A cottage industry produces a certain number of pottery articles in a day. It was observed on a particular day that the cost of production of each article (in rupees) was 3 more than twice the number of articles produced on that day. If the total cost of production on that day was ₹ 90, find the number of articles produced and the cost of each article.

Solution:

Let the number of articles produced in a day = x

∴ Cost of production of each article = ₹ (2x + 3)
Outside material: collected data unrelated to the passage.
//! Least-squares engine: weighted normal equations from sparse rows by Cholesky (inner IRLS steps),
//! the final solve of every fit (corrected semi-normal equations when well conditioned, streaming
//! Householder QR otherwise: [`least_squares_rows`]), hat values and (X'X)^-1.
//!
//! Matrices are read through [`Rows`] (a dense row-major slice is [`Dense`]). Reductions run over
//! fixed row blocks in a fixed order, so results are bit-identical whatever the thread count.
//!
//! This module owns only dense linear algebra; it knows nothing of losses, scales or the study spec.
//! The Householder updating scheme (stacking new rows under a triangular factor and re-triangularising)
//! is the classical one of Golub & Van Loan, *Matrix Computations* (3rd ed. 1996, §5.2 and §12.5,
//! from memory).

// `!(a > b)` is used on purpose: it is true when a is NaN, so an unusable value takes the safe branch.
#![allow(clippy::neg_cmp_op_on_partial_ord)]

/// Rows processed per block by the streaming QR and by the normal-equation accumulation. Fixed so that
/// the order of every floating-point operation is independent of n's factorisation and of threads.
pub const CHUNK_ROWS: usize = 256;

/// Rows per reduction block. Every reduction over rows (X'WX, the QR factor, sums of squares and of ρ)
/// is computed block by block, each block on its own from its first row, and the block results are
/// combined in block order: the blocks are fixed by n alone, so the answer is bit-identical whatever
/// the number of threads, which only decides which thread computes which blocks.
pub const BLOCK_ROWS: usize = 4096;

/// Worker threads for row-block work: `KNOTWISE_THREADS` when set to a positive integer, otherwise the
/// machine's available parallelism. Affects speed only, never a result.
pub fn threads() -> usize {
    static T: std::sync::OnceLock<usize> = std::sync::OnceLock::new();
    *T.get_or_init(|| {
        std::env::var("KNOTWISE_THREADS")
            .ok()
            .and_then(|v| v.trim().parse::<usize>().ok())
            .filter(|&t| t > 0)
            .unwrap_or_else(|| std::thread::available_parallelism().map_or(1, |t| t.get()))
    })
}

thread_local! {
    static IN_WORKER: std::cell::Cell<bool> = const { std::cell::Cell::new(false) };
}

/// Run `f` as a worker: block helpers called inside it run on the calling thread (no nested threads).
/// Results are the same either way, since the blocks are fixed.
pub fn as_worker<R>(f: impl FnOnce() -> R) -> R {
    let before = IN_WORKER.with(|c| c.replace(true));
    let out = f();
    IN_WORKER.with(|c| c.set(before));
    out
}

/// Fewer blocks than this run on the calling thread: starting threads costs more than a few blocks of
/// work (speed only; the blocks, and so the results, are the same).
const MIN_PARALLEL_BLOCKS: usize = 4;

fn available_threads(nb: usize) -> usize {
    if IN_WORKER.with(|c| c.get()) || nb < MIN_PARALLEL_BLOCKS {
        1
    } else {
        threads().min(nb)
    }
}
According to the condition,

Total cost = ₹ 90

⇒ x × (2x + 3) = 90

⇒ 2x^{2} + 3x = 90

⇒ 2x^{2} + 3x – 90 = 0

⇒ 2x^{2} – 12x + 15x – 90 = 0

⇒ 2x(x – 6) + 15(x – 6) = 0

⇒ (x – 6)(2x + 15) = 0

Either x – 6 = 0 or 2x + 15 = 0

⇒ x= 6 or x = \(\frac{-15}{2}\)

But the number of articles produced can never be negative.

⇒ x = \(\frac{-15}{2}\) is rejected

∴ Cost of production of each article = ₹ (2 × 6 + 3) = ₹ 15

Thus, the required number of articles produced is 6 and the cost of each article is ₹ 15.